Multimodal large language model on human motion understanding
Li, Xinrui (2025)
Diplomityö
Li, Xinrui
2025
School of Engineering Science, Laskennallinen tekniikka
Kaikki oikeudet pidätetään.
Julkaisun pysyvä osoite on
https://urn.fi/URN:NBN:fi-fe2025062573676
https://urn.fi/URN:NBN:fi-fe2025062573676
Tiivistelmä
The field of human action understanding (HAU) faces the great challenge of generating natural and semantically accurate language descriptions from 3D motion data, which is often due to the quality limitations of existing dataset annotations and the templated nature of model outputs. This thesis aims to improve the performance of motion-to-text (M2T) models by proposing a framework that focuses on improving the quality of training data and the controllability of the language generation process. This thesis introduces a Semantically-Driven and Instruction-Tuned Motion-Integrated Language Solver (MILS++), which is based on the Multimodal Iterative LLM Solver (MILS). First, a large language model (LLM) is used to automatically optimize the text descriptions in the HumanML3D dataset to create a high-quality corpus. Then, the motion data encoded by the motion tokenizer is combined with the optimized text into a unified token sequence.
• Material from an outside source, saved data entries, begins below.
package gen

import (
	"math/rand/v2"

	"groundtally/geo"
)

// network is a set of paths over shared vertices, so that what meets stays together when it is moved.
type network struct {
	pts   []geo.XY
	ids   map[geo.XY]int
	paths [][]int
	tags  []int
	fixed map[int]bool
}

func newNetwork() *network {
	return &network{ids: map[geo.XY]int{}, fixed: map[int]bool{}}
}

func (n *network) vertex(p geo.XY) int {
	if id, ok := n.ids[p]; ok {
		return id
	}
	n.ids[p] = len(n.pts)
	n.pts = append(n.pts, p)
	return len(n.pts) - 1
}

func (n *network) path(ids []int, tag int) {
	n.paths, n.tags = append(n.paths, ids), append(n.tags, tag)
}

// neighbours lists for every vertex those it is joined to, in order of arrival, each once.
func (n *network) neighbours() [][]int {
	out := make([][]int, len(n.pts))
	link := func(a, b int) {
		for _, c := range out[a] {
			if c == b {
				return
			}
		}
		out[a] = append(out[a], b)
	}
	for _, p := range n.paths {
		for i := 1; i < len(p); i++ {
			link(p[i-1], p[i])
			link(p[i], p[i-1])
		}
	}
	return out
}

// relax moves every vertex towards the middle of its neighbours; ends and fixed vertices stay.
func (n *network) relax(times int) {
	next := n.neighbours()
	for range times {
		moved := append([]geo.XY(nil), n.pts...)
		for i, nb := range next {
			if len(nb) < 2 || n.fixed[i] {
				continue
			}
			share := 0.5
			if len(nb) > 2 {
				share = 0.3
			}
			var m geo.XY
			for _, j := range nb {
				m.X += n.pts[j].X / float64(len(nb))
				m.Y += n.pts[j].Y / float64(len(nb))
			}
			moved[i] = along(n.pts[i], m, share)
		}
		n.pts = moved
	}
}

// wiggle moves the vertices at random, so that a path over a grid loses the grid.
func (n *network) wiggle(r *rand.Rand, byM float64) {
	next := n.neighbours()
	for i := range n.pts {
		dx, dy := between(r, -byM, byM), between(r, -byM, byM)
		if len(next[i]) == 2 && !n.fixed[i] {
			n.pts[i] = geo.XY{X: n.pts[i].X + dx, Y: n.pts[i].Y + dy}
		}
	}
}

// lines gives the paths as points, settled to centimetres.
func (n *network) lines() [][]geo.XY {
	out := make([][]geo.XY, len(n.paths))
	for i, p := range n.paths {
		for _, id := range p {
			out[i] = append(out[i], snap(n.pts[id]))
		}
	}
	return out
}

// chains cuts the network at junctions and gives each piece once with the lowest tag of its edges.
// Pieces come in order of the vertices at which they begin.
func (n *network) chains() (ids [][]int, tags []int) {
	next := n.neighbours()
	tag := map[[2]int]int{}
	key := func(a, b int) [2]int { return [2]int{min(a, b), max(a, b)} }
	for k, p := range n.paths {
		for i := 1; i < len(p); i++ {
			e := key(p[i-1], p[i])
			if old, ok := tag[e]; !ok || n.tags[k] < old {
				tag[e] = n.tags[k]
			}
		}
	}
	done := map[[2]int]bool{}
	node := func(v int) bool {
		if len(next[v]) != 2 {
			return true
		}
		return tag[key(v, next[v][0])] != tag[key(v, next[v][1])]
	}
	walk := func(a, b int) {
		c := []int{a, b}
		t := tag[key(a, b)]
		done[key(a, b)] = true
		for !node(b) && b != c[0] {
			to := next[b][0]
			if to == a {
				to = next[b][1]
			}
			a, b = b, to
			done[key(a, b)] = true
			c = append(c, b)
		}
		ids, tags = append(ids, c), append(tags, t)
	}
	for pass := range 2 {
		for v := range n.pts {
			if pass == 0 && !node(v) {
				continue
			}
			for _, w := range next[v] {
				if !done[key(v, w)] {
					walk(v, w)
				}
			}
		}
	}
	return ids, tags
}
Finally, a pre-trained text-to-text Transformer (T5) model is fine-tuned on this unified data using natural language instructions to guide the generation process. The experiments on the HumanML3D benchmark show that the proposed MILS++ achieves consistent improvements over the MotionGPT baseline on a range of evaluation metrics, including RPrecision, CIDEr, and BERTScore. The results confirm that improving the quality of text descriptions and adopting instruction-based fine-tuning are effective and low-cost strategies to improve the accuracy and naturalness of action-based language generation, and lay a scalable foundation for future research in the field of multimodal action understanding.